● Exercise aim
Reproduce the listing verbatim through the line with "drawing geom.Drawing //".
START The data
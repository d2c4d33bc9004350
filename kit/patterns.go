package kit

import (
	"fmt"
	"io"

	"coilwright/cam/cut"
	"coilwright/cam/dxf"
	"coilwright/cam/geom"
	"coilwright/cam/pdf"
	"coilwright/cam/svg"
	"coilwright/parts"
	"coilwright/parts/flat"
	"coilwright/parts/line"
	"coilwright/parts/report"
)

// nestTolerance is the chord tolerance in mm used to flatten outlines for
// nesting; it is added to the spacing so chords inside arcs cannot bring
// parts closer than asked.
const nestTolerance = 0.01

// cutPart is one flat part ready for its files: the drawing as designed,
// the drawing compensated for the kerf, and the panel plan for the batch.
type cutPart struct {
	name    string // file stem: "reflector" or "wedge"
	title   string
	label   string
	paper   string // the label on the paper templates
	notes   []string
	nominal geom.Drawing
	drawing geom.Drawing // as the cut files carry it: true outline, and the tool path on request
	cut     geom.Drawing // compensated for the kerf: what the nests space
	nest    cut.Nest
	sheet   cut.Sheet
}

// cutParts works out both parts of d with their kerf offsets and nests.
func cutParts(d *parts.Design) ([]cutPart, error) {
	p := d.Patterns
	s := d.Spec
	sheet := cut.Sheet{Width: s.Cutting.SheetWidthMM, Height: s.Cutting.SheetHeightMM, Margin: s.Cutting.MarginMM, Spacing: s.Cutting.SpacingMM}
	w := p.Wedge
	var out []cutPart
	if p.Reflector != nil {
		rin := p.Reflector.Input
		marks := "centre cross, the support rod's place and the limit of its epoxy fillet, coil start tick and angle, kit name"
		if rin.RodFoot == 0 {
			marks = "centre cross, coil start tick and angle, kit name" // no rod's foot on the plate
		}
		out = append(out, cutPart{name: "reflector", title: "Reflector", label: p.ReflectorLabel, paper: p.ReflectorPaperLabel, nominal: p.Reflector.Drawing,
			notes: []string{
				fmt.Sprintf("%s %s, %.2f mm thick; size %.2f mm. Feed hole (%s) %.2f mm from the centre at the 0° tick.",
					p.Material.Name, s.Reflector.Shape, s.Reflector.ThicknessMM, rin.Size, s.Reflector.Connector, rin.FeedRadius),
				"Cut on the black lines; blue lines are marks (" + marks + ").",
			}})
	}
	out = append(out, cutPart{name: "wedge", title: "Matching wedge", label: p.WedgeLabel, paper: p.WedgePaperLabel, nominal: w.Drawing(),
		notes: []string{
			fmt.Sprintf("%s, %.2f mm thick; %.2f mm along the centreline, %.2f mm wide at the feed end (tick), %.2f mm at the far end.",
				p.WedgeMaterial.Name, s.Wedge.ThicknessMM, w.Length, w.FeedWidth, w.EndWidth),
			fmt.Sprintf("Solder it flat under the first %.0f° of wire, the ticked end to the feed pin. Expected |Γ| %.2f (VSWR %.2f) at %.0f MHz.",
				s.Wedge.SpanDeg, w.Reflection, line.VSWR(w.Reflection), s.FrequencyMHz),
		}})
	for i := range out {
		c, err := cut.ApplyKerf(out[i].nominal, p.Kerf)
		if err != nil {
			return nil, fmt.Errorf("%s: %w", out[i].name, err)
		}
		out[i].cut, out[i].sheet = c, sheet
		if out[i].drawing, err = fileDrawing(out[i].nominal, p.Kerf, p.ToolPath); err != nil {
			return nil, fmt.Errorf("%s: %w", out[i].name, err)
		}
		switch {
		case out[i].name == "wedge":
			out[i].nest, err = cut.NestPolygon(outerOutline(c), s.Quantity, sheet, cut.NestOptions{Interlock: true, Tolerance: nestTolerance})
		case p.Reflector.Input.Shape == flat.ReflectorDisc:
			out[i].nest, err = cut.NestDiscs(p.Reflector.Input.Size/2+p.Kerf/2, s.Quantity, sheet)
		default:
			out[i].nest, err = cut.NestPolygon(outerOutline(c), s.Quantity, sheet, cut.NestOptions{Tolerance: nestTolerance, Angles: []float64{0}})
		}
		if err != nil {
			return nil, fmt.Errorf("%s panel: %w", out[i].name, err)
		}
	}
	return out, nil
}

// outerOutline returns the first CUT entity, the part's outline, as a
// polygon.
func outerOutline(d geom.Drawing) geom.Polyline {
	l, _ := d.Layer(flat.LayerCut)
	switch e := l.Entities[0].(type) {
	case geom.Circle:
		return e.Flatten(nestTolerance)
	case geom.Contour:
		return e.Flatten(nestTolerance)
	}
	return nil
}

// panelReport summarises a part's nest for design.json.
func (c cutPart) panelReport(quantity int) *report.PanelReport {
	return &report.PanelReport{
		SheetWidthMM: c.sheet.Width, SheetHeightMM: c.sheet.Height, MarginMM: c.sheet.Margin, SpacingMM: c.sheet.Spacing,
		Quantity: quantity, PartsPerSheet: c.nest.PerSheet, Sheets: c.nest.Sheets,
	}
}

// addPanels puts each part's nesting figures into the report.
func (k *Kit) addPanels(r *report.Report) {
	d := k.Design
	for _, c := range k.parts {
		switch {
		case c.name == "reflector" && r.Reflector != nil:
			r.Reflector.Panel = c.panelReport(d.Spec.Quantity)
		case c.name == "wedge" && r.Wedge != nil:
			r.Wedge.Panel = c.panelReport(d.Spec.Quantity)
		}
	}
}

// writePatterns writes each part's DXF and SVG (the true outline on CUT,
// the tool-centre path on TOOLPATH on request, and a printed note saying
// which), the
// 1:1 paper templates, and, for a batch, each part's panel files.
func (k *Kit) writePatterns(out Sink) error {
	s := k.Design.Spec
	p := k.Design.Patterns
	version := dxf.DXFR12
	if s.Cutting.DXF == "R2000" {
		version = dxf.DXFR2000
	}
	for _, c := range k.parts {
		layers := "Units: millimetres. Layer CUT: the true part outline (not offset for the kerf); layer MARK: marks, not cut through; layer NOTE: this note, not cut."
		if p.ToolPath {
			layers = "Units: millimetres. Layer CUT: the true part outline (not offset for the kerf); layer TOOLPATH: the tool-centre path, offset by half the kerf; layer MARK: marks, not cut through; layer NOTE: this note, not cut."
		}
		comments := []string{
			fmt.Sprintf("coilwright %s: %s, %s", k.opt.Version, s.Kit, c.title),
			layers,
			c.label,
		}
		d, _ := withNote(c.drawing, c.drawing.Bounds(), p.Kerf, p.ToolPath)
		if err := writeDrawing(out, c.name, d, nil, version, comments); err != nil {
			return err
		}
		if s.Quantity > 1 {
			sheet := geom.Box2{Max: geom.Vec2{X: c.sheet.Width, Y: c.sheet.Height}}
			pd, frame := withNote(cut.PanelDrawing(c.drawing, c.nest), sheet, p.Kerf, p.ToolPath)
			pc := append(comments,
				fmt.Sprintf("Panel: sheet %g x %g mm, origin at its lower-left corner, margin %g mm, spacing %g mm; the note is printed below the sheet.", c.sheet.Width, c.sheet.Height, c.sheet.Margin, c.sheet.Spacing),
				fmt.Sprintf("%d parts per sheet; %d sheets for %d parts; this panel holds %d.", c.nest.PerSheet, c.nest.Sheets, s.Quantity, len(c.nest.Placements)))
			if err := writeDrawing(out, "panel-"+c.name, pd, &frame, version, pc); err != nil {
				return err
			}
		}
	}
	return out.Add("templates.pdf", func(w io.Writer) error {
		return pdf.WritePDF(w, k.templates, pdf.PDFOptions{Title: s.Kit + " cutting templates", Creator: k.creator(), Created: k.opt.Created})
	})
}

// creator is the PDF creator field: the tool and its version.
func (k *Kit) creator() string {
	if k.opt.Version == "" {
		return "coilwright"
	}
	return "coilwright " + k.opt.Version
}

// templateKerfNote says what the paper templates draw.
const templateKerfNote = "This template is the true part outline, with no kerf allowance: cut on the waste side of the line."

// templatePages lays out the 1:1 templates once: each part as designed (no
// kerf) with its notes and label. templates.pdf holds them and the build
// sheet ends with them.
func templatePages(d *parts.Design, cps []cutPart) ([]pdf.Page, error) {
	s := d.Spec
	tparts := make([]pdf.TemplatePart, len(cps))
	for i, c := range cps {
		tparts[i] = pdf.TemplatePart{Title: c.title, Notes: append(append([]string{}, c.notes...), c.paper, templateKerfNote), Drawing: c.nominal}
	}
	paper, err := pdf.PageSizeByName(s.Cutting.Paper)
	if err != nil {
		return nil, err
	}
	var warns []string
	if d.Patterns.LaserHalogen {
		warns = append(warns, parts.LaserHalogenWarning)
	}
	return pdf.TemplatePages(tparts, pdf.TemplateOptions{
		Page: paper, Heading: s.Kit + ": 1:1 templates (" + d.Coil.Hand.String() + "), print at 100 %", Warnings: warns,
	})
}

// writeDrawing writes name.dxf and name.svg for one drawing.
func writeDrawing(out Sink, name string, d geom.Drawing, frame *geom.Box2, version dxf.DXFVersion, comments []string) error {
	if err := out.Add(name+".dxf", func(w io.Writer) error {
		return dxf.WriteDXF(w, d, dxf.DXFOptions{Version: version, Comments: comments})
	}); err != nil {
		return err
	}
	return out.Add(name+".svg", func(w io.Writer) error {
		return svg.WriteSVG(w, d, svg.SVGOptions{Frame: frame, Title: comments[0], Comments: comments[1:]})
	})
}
END The data
● Result
repository d2c4d33bc9004350
filename kit/patterns.go
package kit

import (
	"fmt"
	"io"

	"coilwright/cam/cut"
	"coilwright/cam/dxf"
	"coilwright/cam/geom"
	"coilwright/cam/pdf"
	"coilwright/cam/svg"
	"coilwright/parts"
	"coilwright/parts/flat"
	"coilwright/parts/line"
	"coilwright/parts/report"
)

// nestTolerance is the chord tolerance in mm used to flatten outlines for
// nesting; it is added to the spacing so chords inside arcs cannot bring
// parts closer than asked.
const nestTolerance = 0.01

// cutPart is one flat part ready for its files: the drawing as designed,
// the drawing compensated for the kerf, and the panel plan for the batch.
type cutPart struct {
	name    string // file stem: "reflector" or "wedge"
	title   string
	label   string
	paper   string // the label on the paper templates
	notes   []string
	nominal geom.Drawing
	drawing geom.Drawing // as the cut files carry it: true outline, and the tool path on request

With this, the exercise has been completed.